Mississippi’s governor has just signed a TRAP law that may well shut down the state’s only abortion clinic. Like many TRAP laws, on its face the regulation looks reasonable and aimed at patient safety. Abortion providers in the state will have to be board-certified in obstetrics & gynecology, and will have to have admitting privileges at a nearby hospital. However, dig a little deeper and it becomes clear that this is yet another of many laws that have nothing to do with safety and everything to do with restricting women’s access to a legal medical procedure.
First of all, although the majority of physicians who provide abortions are obstetrician/gynecologists, any doctor with the appropriate training can provide abortions. Although national numbers are hard to come by, in 2010 in Minnesota, family physicians performed over 1/3 of abortions (compiled by @wentrogue). Surgical abortion is considered an advanced skill for family medicine residents by the American Academy of Family Physicians (Dr. George Tiller was a family physician). Medical abortion (using medications to induce abortion) requires less training than surgical abortion and fits well within the scope of practice of general family medicine. Multiple studies have shown that abortion care performed by family physician is as safe and effective as abortion care by obstetrician/gynecologists. (Some pediatricians, emergency medicine doctors, internists, and surgeons have completed extra training to be able to provide medical and surgical abortions, although the numbers are low). There is no medical reason to restrict the practice of abortion to doctors certified in obstetrics & gynecology; this move is clearly political and aimed at preventing women from getting the medical care they need.
Secondly, although on its face the requirement that a physician performing abortions have “admitting privileges” at a nearby hospital appears to be important for patient care, such a requirement is unnecessary and again only serves to decrease access to abortion care. Admitting privileges, or the right for a doctor to take care of his or her own patients in the hospital, are granted by hospitals based on multiple criteria. Doctors who do not have their own local practice or cannot be available to take “call” (to be on-site or nearby to admit patients who have no physician) may be denied such privileges. Also, because such privileges are granted at the discretion of the hospital, they may be denied for purely political reasons (for example, the fact that the doctor applying provides abortions).

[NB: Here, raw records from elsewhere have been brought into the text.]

package scan

import (
	"math"
	"math/rand/v2"
	"runtime"
	"testing"
)

// TestFilterMADMatchesMadOf holds filterMAD to madOf bit for bit on 1 and
// 4 processors: odd and even counts either side of the histogram's
// threshold, a stride subsample past madSampleMax, ties, zeros of both
// signs, NaNs, one value repeated, a tight cluster.
func TestFilterMADMatchesMadOf(t *testing.T) {
	gen := map[string]func(rng *rand.Rand, i int) float64{
		"normal": func(rng *rand.Rand, _ int) float64 { return 1e-5 * rng.NormFloat64() },
		"ties":   func(rng *rand.Rand, _ int) float64 { return float64(rng.IntN(7)-3) * 1e-6 },
		"zeros": func(rng *rand.Rand, _ int) float64 {
			return [...]float64{0, math.Copysign(0, -1), 1e-6, -1e-6, math.NaN()}[rng.IntN(5)]
		},
		"spikes": func(rng *rand.Rand, _ int) float64 {
			if rng.Float64() < 0.01 {
				return 1e-3 * float64(1-2*rng.IntN(2))
			}
			return 2e-6 * rng.NormFloat64()
		},
		"cluster": func(rng *rand.Rand, _ int) float64 { return 1 + 1e-9*rng.Float64() },
		"same":    func(*rand.Rand, int) float64 { return -2.5e-6 },
		"ramp":    func(_ *rand.Rand, i int) float64 { return float64(i%1000) - 499.5 },
	}
	for name, f := range gen {
		for _, n := range []int{1, 2, 3, 16383, 16384, 16385, 50000, 125629, 400003} {
			rng := rand.New(rand.NewPCG(uint64(n), 3))
			r := make([]float64, n)
			for i := range r {
				r[i] = f(rng, i)
			}
			want := madOf(r)
			for _, procs := range []int{1, 4} {
				old := runtime.GOMAXPROCS(procs)
				got := filterMAD(r)
				runtime.GOMAXPROCS(old)
				if math.Float64bits(got) != math.Float64bits(want) {
					t.Errorf("%s, %d values, %d procs: %v, madOf %v", name, n, procs, got, want)
				}
			}
		}
	}
}
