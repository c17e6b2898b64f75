package scan

import (
	"gapflux/internal/fpfuse"
	"math"
	"math/rand/v2"
	"testing"
)

// interpRef is refGrid.interp written plainly: the bilinear weights
// renormalised over the defined corners of weight > 0, else the nearest
// cell's value.
func interpRef(g refGrid, f []float64, x, y float64) float64 {
	fi, fj := (x-g.x0)/g.h, (y-g.y0)/g.h
	i := min(max(int(math.Floor(fi)), 0), g.nx-2)
	j := min(max(int(math.Floor(fj)), 0), g.ny-2)
	tx, ty := min(max(fi-float64(i), 0), 1), min(max(fj-float64(j), 0), 1)
	q := j*g.nx + i
	idx := [4]int{q, q + 1, q + g.nx, q + g.nx + 1}
	wt := [4]float64{(1 - tx) * (1 - ty), tx * (1 - ty), (1 - tx) * ty, tx * ty}
	var s, w float64
	for k := range 4 {
		if v := f[idx[k]]; !math.IsNaN(v) && wt[k] > 0 {
			s += wt[k] * v
			w += wt[k]
		}
	}
	if w == 0 {
		return f[g.cell(x, y)]
	}
	return s / w
}

// randomRefField returns heights (m) on the reference grid g, up to
// ±50 µm, every fifth −0 and a share nanShare of them undefined (NaN).
func randomRefField(r *rand.Rand, g refGrid, nanShare float64) []float64 {
	f := make([]float64, g.nx*g.ny)
	for q := range f {
		f[q] = 1e-4 * (r.Float64() - 0.5)
		if q%5 == 0 {
			f[q] = -0.0
		}
		if r.Float64() < nanShare {
			f[q] = math.NaN()
		}
	}
	return f
}

// TestRefGridInterp: the interpolation (with its fast path for four
// defined corners) gives the plain formula's value bit for bit, on grid
// lines and corners, off the grid and next to undefined cells.
func TestRefGridInterp(t *testing.T) {
	if fpfuse.Fuses() {
		t.Skip("this build fuses multiply-add (internal/fpfuse): the plain formula rounds differently from the fast path")
	}
	r := rand.New(rand.NewPCG(7, 8))
	g := refGrid{nx: 9, ny: 7, x0: -0.004, y0: 0.001, h: 0.001}
	for _, nanShare := range []float64{0, 0.2, 0.6, 1} {
		f := randomRefField(r, g, nanShare)
		for n := 0; n < 20000; n++ {
			x := g.x0 + (float64(g.nx)+2)*g.h*r.Float64() - g.h
			y := g.y0 + (float64(g.ny)+2)*g.h*r.Float64() - g.h
			if n%4 == 0 { // exactly on a grid line or corner
				x = g.x0 + float64(r.IntN(g.nx))*g.h
			}
			if n%8 == 0 {
				y = g.y0 + float64(r.IntN(g.ny))*g.h
			}
			got, want := g.interp(f, x, y), interpRef(g, f, x, y)
			if math.Float64bits(got) != math.Float64bits(want) && !(math.IsNaN(got) && math.IsNaN(want)) {
				t.Fatalf("NaN share %.1f: interp(%g, %g) = %g, want %g", nanShare, x, y, got, want)
			}
		}
	}
}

Abortion is a very safe procedure; complications are rare. Complications serious enough to require hospitalization are even more rare, occurring after less than 0.1% of first trimester cases. In those rare cases that require hospitalization, a transfer agreement with a nearby hospital is more than sufficient to ensure that patients requiring a higher level of care have appropriate continuity of care. Doctors around the country perform other comparable surgical procedures (such as incision & drainage of wounds and suturing of injuries) without the additional burden of a requirement of admitting privileges to a nearby hospital. Only abortion providers are being singled out, and safety is clearly not the motivating factor.
This becomes even more clear on close reading of the law. Abortion is defined as:
“The use or prescription of any instrument, medicine, drug or any other substances or device to terminate the pregnancy of a woman known to be pregnant with an intention other than to increase the probability of a live birth, to preserve the life or health of the child after live birth or to remove a dead fetus.” (Emphasis mine)
The procedure used to “remove a dead fetus” is the same as the procedure used to perform an elective abortion. Exact same procedure, exact same risks, fewer unnecessary regulations.
Does anyone still want to argue this is about safety?